### Activity
Would you please repeat the lines in the listing below from the one containing "for (let j = 0;" through the final one, exactly as they appear?

### Data records
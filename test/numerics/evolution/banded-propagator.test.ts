/**
 * Banded Floquet operators of ribbons and open chains against the dense
 * integrator (propagator.ts, itself tested against scipy fixtures): exact for
 * step drives, within the stated truncation and time-integration bounds
 * otherwise; and the velocity bound against the actual motion of quasienergies.
 */
import { describe, expect, it } from 'vitest';
import { openBandedFloquet, prepareBandedFloquet, DENSE_SEGMENT_STATES } from '../../../src/numerics/evolution/banded-propagator.ts';
import { floquetOperator } from '../../../src/numerics/evolution/propagator.ts';
import { quasienergyVelocityBound } from '../../../src/numerics/evolution/velocity-bound.ts';
import { truncateDrive } from '../../../src/numerics/supercell.ts';
import { distance } from '../../../src/numerics/linalg/complex-matrix.ts';
import { UnitaryEigen } from '../../../src/numerics/linalg/unitary-eigen.ts';
import { checkerboardDrive } from '../../support/drives/checkerboard.ts';
import { circularHoneycombDrive, threeStepHoneycombDrive } from '../../support/drives/honeycomb.ts';
import { qwzDrive } from '../../support/drives/qwz.ts';
import { twoStepChain } from '../../support/drives/chains.ts';
import { expectBelow } from '../linalg/comparisons.ts';

describe('banded Floquet operators', () => {
  it('equal the dense product for step drives, exactly (every step splits into dimers)', () => {
    for (const drive of [threeStepHoneycombDrive({ hopping: 0.45 * Math.PI, stepDuration: 1, mass: 0.3 }), checkerboardDrive({ hopping: 0.4 * Math.PI, offset: 0.3, stepDuration: 1 })]) {
      const ribbon = truncateDrive(drive, 1, 20);
      const u = prepareBandedFloquet(ribbon).at([0.37]);
      expect(u.route).toBe('exact');
      expect(u.truncation).toBe(0);
      // A few cells' worth of states, whatever the width.
      expect(u.operator.b).toBeLessThanOrEqual(8);
      expectBelow('‖U_band − U_dense‖_F', distance(u.operator.toDense(), floquetOperator(ribbon, [0.37]).operator), 1e-13);
    }
    const chain = openBandedFloquet(twoStepChain(0.4 * Math.PI, 0.7 * Math.PI), 0, 30).at([]);
    expectBelow('open chain', distance(chain.operator.toDense(), floquetOperator(truncateDrive(twoStepChain(0.4 * Math.PI, 0.7 * Math.PI), 0, 30), []).operator), 1e-13);
  });

  it('stay within the stated truncation bound when a step does not split (Chebyshev route)', () => {
    // 40 cells: one connected block of 80 states, more than MAX_EXACT_BLOCK.
    const ribbon = truncateDrive(qwzDrive(1, 1.3), 0, 40);
    const u = prepareBandedFloquet(ribbon).at([0.21]);
    expect(u.route).toBe('expanded');
    // ‖·‖_F ≤ √n ‖·‖₂ for the comparison with the dense spectral exponential.
    expectBelow('‖U_band − U‖_F', distance(u.operator.withBandwidth(79).toDense(), floquetOperator(ribbon, [0.21]).operator), Math.sqrt(80) * u.truncation + 1e-12);
  });

  it('integrate time-dependent segments in band storage (CF4 slices) to within the accuracy of the dense integrator', () => {
    // Wide enough (more than DENSE_SEGMENT_STATES states) for the banded slices.
    const cells = Math.ceil(DENSE_SEGMENT_STATES / 2) + 4;
    const drive = circularHoneycombDrive({ hopping: 1, amplitude: 0.8, frequency: 8 });
    const ribbon = truncateDrive(drive, 1, cells);
    const options = { tolerance: 1e-6 };
    const banded = openBandedFloquet(drive, 1, cells, options).at([0.3]);
    const dense = floquetOperator(ribbon, [0.3], options);
    const n = 2 * cells;
    const bound = Math.sqrt(n) * (banded.truncation + banded.accuracy + dense.accuracy) + 1e-10;
    expectBelow('‖U_band − U_dense‖_F', distance(banded.operator.withBandwidth(n - 1).toDense(), dense.operator), bound);
  });
});

describe('quasienergy velocity bound', () => {
  it('bounds how far any quasienergy of a ribbon moves between neighbouring momenta', () => {
    const drive = threeStepHoneycombDrive({ hopping: 0.45 * Math.PI, stepDuration: 1, mass: 0.3 });
    const v = quasienergyVelocityBound(drive, 0);
    const ribbon = truncateDrive(drive, 1, 10);
    const band = prepareBandedFloquet(ribbon);
    const dk = 1e-3;
    let fastest = 0;
    for (let j = 0; j < 40; j++) {
      const k = (j + 0.5) / 40;
      const a = new UnitaryEigen(band.at([k]).operator.toDense()).phases, b = new UnitaryEigen(band.at([k + dk]).operator.toDense()).phases;
      // Sorted phases move by at most the matching distance (Bhatia–Davis), so sorted differences bound the velocity too.
      for (let c = 0; c < a.length; c++) fastest = Math.max(fastest, Math.abs(b[c] - a[c]) / Math.PI / dk);
    }
    expect(fastest).toBeGreaterThan(0.1 * v);
    expect(fastest).toBeLessThanOrEqual(v);
  });
});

### Answer area
    for (let j = 0; j < 40; j++) {
      const k = (j + 0.5) / 40;
      const a = new UnitaryEigen(band.at([k]).operator.toDense()).phases, b = new UnitaryEigen(band.at([k + dk]).operator.toDense()).phases;
      // Sorted phases move by at most the matching distance (Bhatia–Davis), so sorted differences bound the velocity too.
      for (let c = 0; c < a.length; c++) fastest = Math.max(fastest, Math.abs(b[c] - a[c]) / Math.PI / dk);
    }
    expect(fastest).toBeGreaterThan(0.1 * v);
    expect(fastest).toBeLessThanOrEqual(v);
  });
});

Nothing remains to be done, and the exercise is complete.